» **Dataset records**

++++++++++++++++++++

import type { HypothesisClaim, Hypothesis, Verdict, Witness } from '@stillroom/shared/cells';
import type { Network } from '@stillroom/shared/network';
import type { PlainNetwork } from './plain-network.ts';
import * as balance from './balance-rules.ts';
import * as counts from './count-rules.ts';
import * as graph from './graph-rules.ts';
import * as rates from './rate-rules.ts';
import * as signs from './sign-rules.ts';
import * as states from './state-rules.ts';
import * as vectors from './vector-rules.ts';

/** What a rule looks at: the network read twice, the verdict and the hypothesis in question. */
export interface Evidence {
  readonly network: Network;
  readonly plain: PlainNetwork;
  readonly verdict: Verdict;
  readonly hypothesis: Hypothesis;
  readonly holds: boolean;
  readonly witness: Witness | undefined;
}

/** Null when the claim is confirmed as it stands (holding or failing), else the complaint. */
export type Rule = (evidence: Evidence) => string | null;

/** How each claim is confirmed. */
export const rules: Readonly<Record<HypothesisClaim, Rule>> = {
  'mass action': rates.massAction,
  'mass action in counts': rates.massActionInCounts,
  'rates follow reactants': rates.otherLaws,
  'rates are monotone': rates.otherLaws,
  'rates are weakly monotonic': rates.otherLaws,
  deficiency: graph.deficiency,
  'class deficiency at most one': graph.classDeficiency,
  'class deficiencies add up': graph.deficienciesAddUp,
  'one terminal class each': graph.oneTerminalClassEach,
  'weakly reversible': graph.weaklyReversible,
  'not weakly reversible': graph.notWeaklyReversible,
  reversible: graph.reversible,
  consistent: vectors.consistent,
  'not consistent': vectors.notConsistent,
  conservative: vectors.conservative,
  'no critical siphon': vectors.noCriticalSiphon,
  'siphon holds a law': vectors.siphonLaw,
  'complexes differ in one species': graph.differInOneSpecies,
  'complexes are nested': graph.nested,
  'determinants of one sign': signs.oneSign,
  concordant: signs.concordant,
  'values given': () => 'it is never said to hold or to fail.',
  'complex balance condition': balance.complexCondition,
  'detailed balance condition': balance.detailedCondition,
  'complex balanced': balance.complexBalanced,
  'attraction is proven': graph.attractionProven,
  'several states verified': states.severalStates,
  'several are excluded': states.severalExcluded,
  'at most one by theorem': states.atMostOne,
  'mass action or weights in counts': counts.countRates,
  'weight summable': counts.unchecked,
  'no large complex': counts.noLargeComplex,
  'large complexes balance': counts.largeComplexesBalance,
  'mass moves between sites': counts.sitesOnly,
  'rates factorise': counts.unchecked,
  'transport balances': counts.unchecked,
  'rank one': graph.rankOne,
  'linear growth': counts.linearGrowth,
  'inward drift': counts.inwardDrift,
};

++++++++++++++++++++

» **Task objective**
Search each line of the data above for "Witness", and copy the lines where it occurs.

» **Task result**
import type { HypothesisClaim, Hypothesis, Verdict, Witness } from '@stillroom/shared/cells';
  readonly witness: Witness | undefined;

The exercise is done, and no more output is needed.